The notion of transplanting Sherlock Holmes and his trusty sidekick Dr. Watson from the gaslight era to the present – or from our point of view, the 1940s – is still an odd conceit, but that it worked as well as it did for so long is a tribute to the two men who came to embody these literary icons for so many years. Basil Rathbone and Nigel Bruce were born to play the razor-witted detective and his bumbling, blustery biographer, and despite the B-movie trappings of the standard-issue WWII espionage plot in SECRET WEAPON, they manage to preserve the dignity of their characters and the source material…which is at least partly represented through elements chosen from Conan Doyle’s “The Adventure of the Dancing Men” (the stick figure cipher we see Holmes and Watson puzzling over comes straight from that tale). Unfortunately, apart from a couple scenes here and there, the film never rises above the level of a pedestrian pot-boiler.

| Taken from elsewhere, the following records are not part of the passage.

// Every endpoint has an entry in the role × endpoint matrix, and every entry an endpoint (issue 6).
// Read from the source tree, so that it fails before the build when someone adds a route or an action.
import { describe, expect, it } from 'vitest';
import { ENDPOINT_MATRIX, entryKey } from './endpoint-matrix';
import { discoverActions, discoverInlineActions, discoverRoutes, exportedFunctions, exportedMethods, isUseServerModule, routeOf } from './discover';

describe('endpoint discovery', () => {
  it('reads route paths and exported methods the way Next.js maps them', () => {
    expect(routeOf('app/api/projects/[projectId]/route.ts')).toBe('/api/projects/[projectId]');
    expect(routeOf('app/(workspace)/export/route.ts')).toBe('/export');
    expect(exportedMethods('export const GET = apiHandler(); export async function POST() {}\nexport { handler as PUT, handler as DELETE };')).toEqual(['DELETE', 'GET', 'POST', 'PUT']);
    expect(exportedMethods('export const dynamic = "force-dynamic"; export function helper() {}')).toEqual([]);
  });

  it("sees a 'use server' module after a file comment, and its exported functions", () => {
    const source = "// why\n/** doc */\n'use server';\nexport async function a() {}\nexport const b = async () => {};\nconst c = 1;\n";
    expect(isUseServerModule(source)).toBe(true);
    expect(exportedFunctions(source)).toEqual(['a', 'b']);
    expect(isUseServerModule("import x from 'y';\n'use server';")).toBe(false);
  });
});

describe('role × endpoint matrix coverage', () => {
  const routeKeys = discoverRoutes().map((r) => `${r.method} ${r.route}`);
  const actionKeys = discoverActions().map((a) => `action ${a.file}#${a.name}`);
  const entryKeys = ENDPOINT_MATRIX.map(entryKey);

  it('finds the route handlers and actions this project has (sanity of the scan)', () => {
    expect(routeKeys).toContain('GET /api/health');
    expect(routeKeys).toContain('POST /api/members/invitations');
    expect(actionKeys).toContain('action server/auth/preferenceActions.ts#setUnitSystemAction');
  });

  it('has an entry for every route handler method and every server action', () => {
    const missing = [...routeKeys, ...actionKeys].filter((key) => !entryKeys.includes(key));
    expect(missing, 'add these to tests/integration/security/endpoint-matrix.ts').toEqual([]);
  });

  it('has no entry for an endpoint that no longer exists, and no entry twice', () => {
    const stale = entryKeys.filter((key) => !routeKeys.includes(key) && !actionKeys.includes(key));
    expect(stale, 'remove or rename these entries').toEqual([]);
    expect(entryKeys.filter((key, index) => entryKeys.indexOf(key) !== index)).toEqual([]);
  });

  it("has no inline 'use server' functions (actions live in 'use server' modules, where this test can see them)", () => {
    expect(discoverInlineActions()).toEqual([]);
  });
});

Opening with a fun gambit that introduces Holmes through his expertise in disguise, SECRET WEAPON pits Holmes against no less a threat than the Nazis as he battles to prevent a scientist’s crucial invention – a new bomb sight – from falling into enemy hands. As if that isn’t enough, a plot to exploit this technology has been hatched by Professor Moriarty himself. When it rains…

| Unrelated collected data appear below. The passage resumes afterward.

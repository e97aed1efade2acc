/**
 * `lib/electrical/iec60287` — the formulas of IEC 60287 for groups of cables, as a pure library:
 * free-air groups (IEC 60287-2-1 §4.2.1), buried groups by superposition and the closed forms,
 * ducts and backfill (§4.2.2–4.2.7), screen and dielectric losses (IEC 60287-1-1 §2.2–2.3), the
 * rating equation (IEC 60287-1-1 eq. (1)) and the cross-section arrangement as data.
 * Formulas and tables are from memory unless said otherwise (see each doc comment).
 */
export * from './constants';
export * from './arrangement';
export * from './arrangementSchema';
export * from './freeAir';
export * from './buried';
export * from './screens';
export * from './rating';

At first, Universal monster movie mainstay Lionel Atwill seems strangely miscast as Holmes’ arch-enemy, Professor Moriarty, but he redeems himself with a macabre turn late in the film. Attempting to buy time for Watson and Inspector Lestrade to find him, Holmes maneuvers Moriarty into wanting to dispose of his hawk-nosed nemesis through the slow process of exsanguination. Moriarty takes Holmes into the convenient fully-stocked operating room he keeps in his dockside hideaway and inserts a tube in the detective’s arm, letting his blood drain away drop by drop. As Moriarty taunts Holmes with the fact that he is slowly dying with every passing second, one can’t help but suppress a chill. If Atwill could maintain this almost Lugosian level of perverse villainy, he might have been a much more formidable Moriarty, but this is about as good as he gets.

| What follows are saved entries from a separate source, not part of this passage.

function acNotes(e: CircuitElectrical, label: string): string[] {
  const notes: string[] = [];
  if (e.ac.skinRange !== 'xs<=2.8') notes.push(`${label}: skin effect x_s = ${e.ac.xs.toFixed(2)} above 2.8, from the large-conductor expressions (from memory)`);
  if (!e.ac.proximityInRange) notes.push(`${label}: proximity x_p above 2.8, outside the stated range of the expression`);
  return notes;
}

const positionsOf = (circuit: CircuitGeometry): CablePosition[] => {
  if (circuit.cableCount === 1) return ['alone'];
  if (circuit.formation === 'trefoil') return ['trefoil'];
  if (circuit.cableCount === 2) return ['pair'];
  return ['flat-outer', 'flat-centre'];
};

const CONVERGENCE = 1e-10;
const MAX_OUTER = 200;

// ───────────────────────── Free air ─────────────────────────

export interface AirPositionRating {
  position: CablePosition;
  currentA: number;
  lambda1: number;
  screenBasis: string;
  screenTemperatureC: number | null;
  freeAir: FreeAirExternalResult;
  equation: RatingEquationResult;
}

export interface AirRatingResult {
  currentA: number;
  governing: CablePosition;
  positions: AirPositionRating[];
  electrical: CircuitElectrical;
  constants: Pick<FreeAirConstants, 'Z' | 'E' | 'g'>;
  assumptions: string[];
}

/**
 * Rating of one circuit in free air by eq. (1) with T₄* from the iteration of IEC 60287-2-1
 * §4.2.1 and the Z, E, g of its arrangement (`constants`). Each position in the circuit (outer,
 * centre…) is rated with its own λ₁; the lowest current governs. λ₁ depends on the screen
 * temperature, which depends on the current: iterated until the current settles.
 */
export function rateInFreeAir(args: {
  cable: SingleCoreCable;
  circuit: CircuitGeometry;
  constants: Pick<FreeAirConstants, 'Z' | 'E' | 'g'>;
  ambientC: number;
  conductorMaxC: number;
  frequencyHz: number;
  voltageU0V: number;
  sun?: { absorptionCoefficient: number; irradianceWPerM2: number };
}): AirRatingResult {
  validateCable(args?.cable);
  const ambient = requireTemperature(args.ambientC, 'ambientC');
  const thetaMax = requireTemperature(args.conductorMaxC, 'conductorMaxC');
  if (!(thetaMax > ambient)) throw new ElectricalInputError('conductorMaxC', 'must exceed the ambient');
  const e = circuitElectrical(args);
  const { T1, T2, T3 } = e.thermal;
  const R = e.ac.rac;
  const wd = e.dielectric.lossWPerM;
  const l2 = args.cable.armourLossFactor ?? 0;
  const de = args.cable.externalDiameterM;
  const positions = positionsOf(args.circuit).map((position): AirPositionRating => {
    let current = 0;
    let screenC = thetaMax;
    for (let k = 0; k < MAX_OUTER; k++) {
      const screen = screenLossFactorAt({ cable: args.cable, position, circuit: args.circuit, conductorAcResistanceOhmPerM: R, screenTemperatureC: screenC, frequencyHz: args.frequencyHz });
      const freeAir = freeAirExternalResistance({
        externalDiameterM: de,
        constants: args.constants,
        conductorRiseK: thetaMax - ambient,
        T1,
        T2,
        T3,
        lambda1: screen.lambda1,
        lambda2: l2,
        dielectricLossWPerM: wd,
        sun: args.sun,
      });
      const equation = ratingEquation({
        conductorRiseK: thetaMax - ambient,
        acResistanceOhmPerM: R,
        T1,
        T2,
        T3,
        T4: freeAir.T4,
        lambda1: screen.lambda1,
        lambda2: l2,
        dielectricLossWPerM: wd,
        absorbedSolarWPerM: args.sun ? args.sun.absorptionCoefficient * de * args.sun.irradianceWPerM2 : 0,
      });
      const next = equation.currentA;
      const settled = Math.abs(next - current) <= CONVERGENCE * Math.max(1, next);
      current = next;
      if (!args.cable.screen || settled) {
        return { position, currentA: current, lambda1: screen.lambda1, screenBasis: screen.basis, screenTemperatureC: args.cable.screen ? screenC : null, freeAir, equation };
      }
      screenC = thetaMax - (current * current * R + 0.5 * wd) * T1;
    }
    throw new SizingError('NOT_CONVERGED', 'the screen temperature and the current did not settle');
  });
  const governing = positions.reduce((a, b) => (b.currentA < a.currentA ? b : a));
  return {
    currentA: governing.currentA,
    governing: governing.position,
    positions,
    electrical: e,
    constants: args.constants,
    assumptions: acNotes(e, 'conductor'),
  };
}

Despite its relatively brief running time, the movie will probably make you glance at your watch more than once before you reach the climactic confrontation between Holmes and Moriarty. The villain is then dispatched by Holmes with a clever bit of misdirection and the judicious use of the dastardly professor’s own failsafe death trap against him, but come on – we all know Moriarty has more lives than a cat. The film then concludes with a trite but understandable bit of patriotic soliloquizing from Holmes, who paraphrases Shakespeare in order to stir up some war bond-buying excitement in the moviegoers.
Not a classic outing for the sleuth by any means, but with a few intriguing touches it makes for a decent way to pass the time. But somebody hand Rathbone a comb – for some reason, his hair is always atypically disheveled in this one.